Unambitious and Impossible

4 February 2005



State of the Union: Deficit

By the time Mr. Bush got to discussing the federal budget deficit in the State of the Union, wise remote control operators had found Fox Sports World’s time-delay broadcast of the Chelsea-Blackburn Rovers match in the English soccer league. Mr. Bush reiterated his vow to cut the deficit in half by the time he leaves office. This unambitious goal ignores the hemorrhaging of money in Iraq, which is kept off the books through what can only be described as magic. This goal just isn’t good enough, and with Mr. Bush’s priorities, it is impossible.

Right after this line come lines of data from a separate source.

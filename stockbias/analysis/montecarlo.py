"""Monte Carlo yield: draw boards as manufacturing varies them, test each over the environment.

Each drawn board gets its own resistor values (each physical part: ±tol as a 3σ
normal truncated at ±tol, DESIGN §2; a pair's two parts drawn apart and combined
in series or parallel), its own resistor tempcos (a signed coefficient exactly
as stated; an unsigned one uniform within ±|tempco|, drawn once per part and
board), its own hFE and VBE (uniform in the stock ranges) and leakage at 25 °C
(uniform 0…ICBO, then doubling every 10 °C with the ambient).  Each board is then
evaluated at every environment corner: both supply extremes (and both
negative-supply extremes for a dual supply) × both ambient extremes, each part
at R·(1 + δ)·(1 + tc·(T − 25 °C)).  A board passes when every limit holds at
every one of its corners.

Streaming and reproducible: board ``i`` belongs to block ``i // STREAM_BLOCK`` of a fixed
grid, and each block draws from its own random stream, ``SeedSequence(seed,
spawn_key=(stream, block))``.  A run is split into chunks of whole blocks; a chunk returns
counts (passing boards, failures per limit) and fixed-edge histograms, never per-board
arrays, and the chunks' tallies add exactly.  So a result depends on the seed, the stream
and the sample count alone — not on the chunk size, the number of workers or the machine —
and memory is bounded by one chunk per worker whatever the sample count.
"""

from __future__ import annotations

import itertools
import math
from collections.abc import Callable, Mapping
from dataclasses import dataclass, field

import numpy as np

from .constraints import Limit, evaluate_limits
from .histogram import Histogram, Histogram2D
from .stage import (
    SMALL_SIGNAL_QUANTITIES,
    ResistorPiece,
    ResistorSpec,
    StagePoint,
    StageSpec,
    evaluate,
)
from .statistics import YieldResult, draw_resistor_factors, draw_uniform, yield_from_counts

__all__ = [
    "HISTOGRAM_BINS",
    "STREAM_BLOCK",
    "MonteCarloResult",
    "block_rng",
    "board_values",
    "monte_carlo",
]

#: Boards per random stream: the fixed grid a result is reproducible on.  Changing it
#: changes every result; it is part of what a seed means.
STREAM_BLOCK = 1024
#: Fine bins of the IC and VCE histograms (percentiles are exact to one bin).
HISTOGRAM_BINS = 4000
#: Cells per axis of the joint (VCE, IC) histogram the Q-point plot draws.
QPOINT_BINS = 160
#: Boards a chunk evaluates at once by default (rounded up to whole blocks).
DEFAULT_CHUNK = 32 * STREAM_BLOCK
#: The limits that make the target IC window (``constraints.stage_limits``).
IC_WINDOW = ("ic_min", "ic_max")


def block_rng(seed: int, stream: int, block: int) -> np.random.Generator:
    """The random stream of one block of boards: a child of ``SeedSequence(seed)`` keyed
    by (stream, block)."""
    return np.random.Generator(np.random.PCG64(
        np.random.SeedSequence(int(seed), spawn_key=(int(stream), int(block)))))


def _environment_corners(spec: StageSpec) -> list[dict[str, float | None]]:
    """Both supply extremes (and negative-supply extremes) × both ambient extremes."""
    vcc = sorted({spec.vcc * (1 - spec.vcc_tol), spec.vcc * (1 + spec.vcc_tol)})
    amb = sorted({spec.ambient_min_c, spec.ambient_max_c})
    vee: list[float | None] = [None]
    if spec.network.supply == "dual" and spec.vee is not None:
        vee = [*sorted({spec.vee * (1 - spec.vee_tol), spec.vee * (1 + spec.vee_tol)})]
    return [{"vcc": a, "vee": b, "ambient": c} for a, b, c in itertools.product(vcc, vee, amb)]


@dataclass(frozen=True)
class _Run:
    """What every chunk of one run needs (picklable: it travels to worker processes)."""

    spec: StageSpec
    limits: tuple[Limit, ...]
    tempco_ppm: Mapping[str, float]
    seed: int
    stream: int
    samples: int
    ic_range: tuple[float, float]
    vce_range: tuple[float, float]


@dataclass(frozen=True)
class _Tally:
    """What a chunk returns: counts and histograms, added exactly across chunks."""

    boards: int
    passed: int
    ic_window: int
    failing: dict[str, int]
    ic: Histogram
    vce: Histogram
    qpoint: Histogram2D

    def merge(self, other: _Tally) -> _Tally:
        failing = dict(self.failing)
        for k, v in other.failing.items():
            failing[k] = failing.get(k, 0) + v
        return _Tally(self.boards + other.boards, self.passed + other.passed,
                      self.ic_window + other.ic_window, failing, self.ic.merge(other.ic),
                      self.vce.merge(other.vce), self.qpoint.merge(other.qpoint))


@dataclass(frozen=True)
class MonteCarloResult:
    """Yield, failures by limit and the drawn boards' spread as histograms.

    ``ic`` and ``vce`` count every board × environment corner value (A, V); ``qpoint`` is
    their joint histogram; ``ic_window_boards`` counts the boards whose IC stays inside the
    target window at every corner.
    """

    yield_: YieldResult
    failing: dict[str, int]
    seed: int
    ic: Histogram
    vce: Histogram
    qpoint: Histogram2D
    ic_window_boards: int
    corners: int
    stream: int = 0
    block: int = STREAM_BLOCK
    percentiles: tuple[float, ...] = field(default=(0.135, 50.0, 99.865))

    def to_dict(self) -> dict[str, object]:
        d: dict[str, object] = dict(self.yield_.to_dict())
        d["seed"] = self.seed
        d["failures_by_constraint"] = dict(self.failing)
        d["ic_percentiles_a"] = {f"{p:g}": self.ic.percentile(p) for p in self.percentiles}
        d["ic_resolution_a"] = self.ic.resolution
        d["ic_observed_a"] = {"min": self.ic.min, "max": self.ic.max}
        return d


def _draw_role(rng: np.random.Generator, rs: ResistorSpec, tempco_ppm: float, size: int,
               amb: np.ndarray) -> np.ndarray:
    """One role's value on each drawn board at each environment corner, ohm (size × corners).

    Each piece: nominal·(1 + δ)·(1 + tc·(T − 25 °C)), δ a 3σ normal truncated at ±tol; tc
    the stated coefficient when signed, else uniform in ±|tc|.  Pieces combine as the
    role's arrangement says.  A spec without pieces is one part at ±tol with an unsigned
    ``tempco_ppm``.
    """
    pieces = rs.pieces or (ResistorPiece(float(rs.value), float(rs.tol), abs(tempco_ppm),
                                         False),)
    values = []
    for p in pieces:
        factor = draw_resistor_factors(rng, 100 * p.tol, size)
        if p.signed:
            tc = np.full(size, p.tempco_ppm * 1e-6)
        else:
            tc = draw_uniform(rng, -abs(p.tempco_ppm), abs(p.tempco_ppm), size) * 1e-6
        values.append(p.value * factor[:, None] * (1 + tc[:, None] * (amb - 25.0)))
    if len(values) == 1:
        return values[0]
    a, b = values
    if rs.arrangement == "series":
        return a + b
    return a * b / (a + b)


def _evaluate_blocks(run: _Run, first: int, stop: int) -> tuple[dict[str, np.ndarray],
                                                                 np.ndarray, dict[str, int],
                                                                 np.ndarray]:
    """Boards of blocks [first, stop): each quantity (boards × corners), pass flags, failures
    per limit, and the flags of IC inside the window at every corner."""
    spec, d = run.spec, run.spec.device
    corners = _environment_corners(spec)
    vcc = np.array([c["vcc"] for c in corners])[None, :]
    amb = np.array([c["ambient"] for c in corners], dtype=float)[None, :]
    vee = None if corners[0]["vee"] is None else np.array([c["vee"] for c in corners])[None, :]
    draws: dict[str, list[np.ndarray]] = {}
    for block in range(first, stop):
        size = min(STREAM_BLOCK, run.samples - block * STREAM_BLOCK)
        rng = block_rng(run.seed, run.stream, block)
        for role in spec.resistors:
            draws.setdefault(role, []).append(
                _draw_role(rng, spec.resistors[role], run.tempco_ppm.get(role, 0.0), size, amb))
        draws.setdefault("hfe", []).append(draw_uniform(rng, float(d.hfe_min),
                                                        float(d.hfe_max), size))
        draws.setdefault("vbe", []).append(draw_uniform(rng, float(d.vbe_min),
                                                        float(d.vbe_max), size))
        draws.setdefault("icbo", []).append(draw_uniform(rng, 0.0, float(d.icbo_a), size))
    cat = {k: np.concatenate(v) for k, v in draws.items()}
    checked = list(run.limits)
    needed = {lim.quantity for lim in checked} | {"ic", "vce"}
    small_signal = bool(needed & SMALL_SIGNAL_QUANTITIES)
    nan_known = ({lim.quantity for lim in checked if lim.outside_active is not None}
                 - {lim.quantity for lim in checked if lim.outside_active is None})
    point = StagePoint(vcc=vcc, vee=vee, r={role: cat[role] for role in spec.resistors},
                       hfe=cat["hfe"][:, None], vbe=cat["vbe"][:, None],
                       icbo=cat["icbo"][:, None], ambient_c=amb)
    ev = evaluate(spec, point, small_signal=small_signal)
    q = {k: v for k, v in ev.quantities.items() if k in needed}
    q["non_active_corners"] = (ev.op.region != 0).astype(float)
    size = cat["hfe"].size
    # A quantity undefined outside the active region (NaN there) whose every limit says
    # what it is worth there is reduced over the active corners only; evaluate_limits then
    # folds in that value.  Every other NaN propagates and fails its limit.
    low = {k: _columns(np.fmin if k in nan_known else np.minimum, v) for k, v in q.items()}
    high = {k: _columns(np.fmax if k in nan_known else np.maximum, v) for k, v in q.items()}
    good = np.ones(size, dtype=bool)
    window = np.ones(size, dtype=bool)
    failing: dict[str, int] = {}
    margins = evaluate_limits(checked, low, high)
    for lim in checked:
        bad = np.broadcast_to(margins[lim.name] < 0, (size,))
        failing[lim.name] = int(np.count_nonzero(bad))
        good &= ~bad
        if lim.name in IC_WINDOW:
            window &= ~bad
    return q, good, failing, window


def _run_chunk(task: tuple[_Run, int, int]) -> _Tally:
    """One chunk: blocks [first, stop) of the run, reduced to counts and histograms."""
    run, first, stop = task
    q, good, failing, window = _evaluate_blocks(run, first, stop)
    ic = Histogram.empty(*run.ic_range, HISTOGRAM_BINS).add(q["ic"])
    vce = Histogram.empty(*run.vce_range, HISTOGRAM_BINS).add(q["vce"])
    qp = Histogram2D.empty(run.vce_range, run.ic_range, QPOINT_BINS).add(q["vce"], q["ic"])
    return _Tally(int(good.size), int(np.count_nonzero(good)), int(np.count_nonzero(window)),
                  failing, ic, vce, qp)


def _ranges(spec: StageSpec, limits: list[Limit],
            ranges: Mapping[str, tuple[float, float]] | None) -> dict[str, tuple[float, float]]:
    """Histogram edges for IC and VCE, decided before sampling: the given ranges (check
    passes the worst-case bounds, which contain every drawn board) or the worst-case
    bounds computed here, widened to the IC window and padded by 5 %."""
    out = dict(ranges or {})
    if "ic" not in out or "vce" not in out:
        from .worst_case import worst_case

        wc = worst_case(spec, quantities=["ic", "vce"])
        for k in ("ic", "vce"):
            out.setdefault(k, (float(wc.bounds[k].min), float(wc.bounds[k].max)))
    lo, hi = out["ic"]
    for lim in limits:
        if lim.name in IC_WINDOW and math.isfinite(float(lim.limit)):
            lo, hi = min(lo, float(lim.limit)), max(hi, float(lim.limit))
    out["ic"] = (lo, hi)
    padded = {}
    for k, (a, b) in out.items():
        pad = 0.05 * (b - a) if b > a else 0.05 * max(abs(a), 1e-12)
        padded[k] = (a - pad, b + pad)
    return padded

In his own words, Mr. Bush laid out an impossible approach:

America's prosperity requires restraining the spending appetite of the federal government. I welcome the bipartisan enthusiasm for spending discipline. I will send you a budget that holds the growth of discretionary spending below inflation, makes tax relief permanent, and stays on track to cut the deficit in half by 2009. My budget substantially reduces or eliminates more than 150 government programs that are not getting results, or duplicate current efforts, or do not fulfill essential priorities. The principle here is clear: a taxpayer dollar must be spent wisely, or not at all.
The first and last sentences should be carved in stone. The rest is less certain. Holding discretionary spending below inflation does nothing for the budget deficit, since discretionary spending excludes Social Security payments, and in Mr. Bush’s mind, military spending. The deficit he has promised to halve is US$521 billion – so he’s looking for reductions of around $210 billion. One doesn’t get that from capping discretionary spending to a rate below inflation – that just makes the deficit rise more slowly. And it only affects about 1/6 of the entire budget.

Permanent tax relief doesn’t help either. Deficits result from expenditure exceeding revenue. For government, revenues mean taxes. If Mr. Bush insists on reducing expenditure as he has outlined (not at all, really), revenues from taxes must increase to cut the deficit. That isn’t the same as hiking taxes because a booming economy will provide more revenue under the same tax laws as a foundering one will. Unfortunately, Mr. Bush’s deficit has arisen while GDP has expanded at pretty substantial rates. So, revenue really can only rise if the tax cuts of recent years are allowed to lapse.

If there is one place that the most rabid opponents of Mr. Bush would like to be wrong for patriotic reasons, this is it. Nothing would please the Kensington Review more than to have Mr. Bush succeed in dropping the deficit for 2009 to $220 billion. A surplus would be even better for a time, economic cycle permitting, but Mr. Bush’ goal would still be an improvement over the current situation. It is unambitious, but given the constraints he has chosen, it is equally impossible.

There was a small shred of hope, though. Chelsea beat Blackburn 1-0 to extend the lead in the race for the Premiership title to 11 points over Man U. A world where America’s budget deficit outrageously huge is better when the right soccer team wins.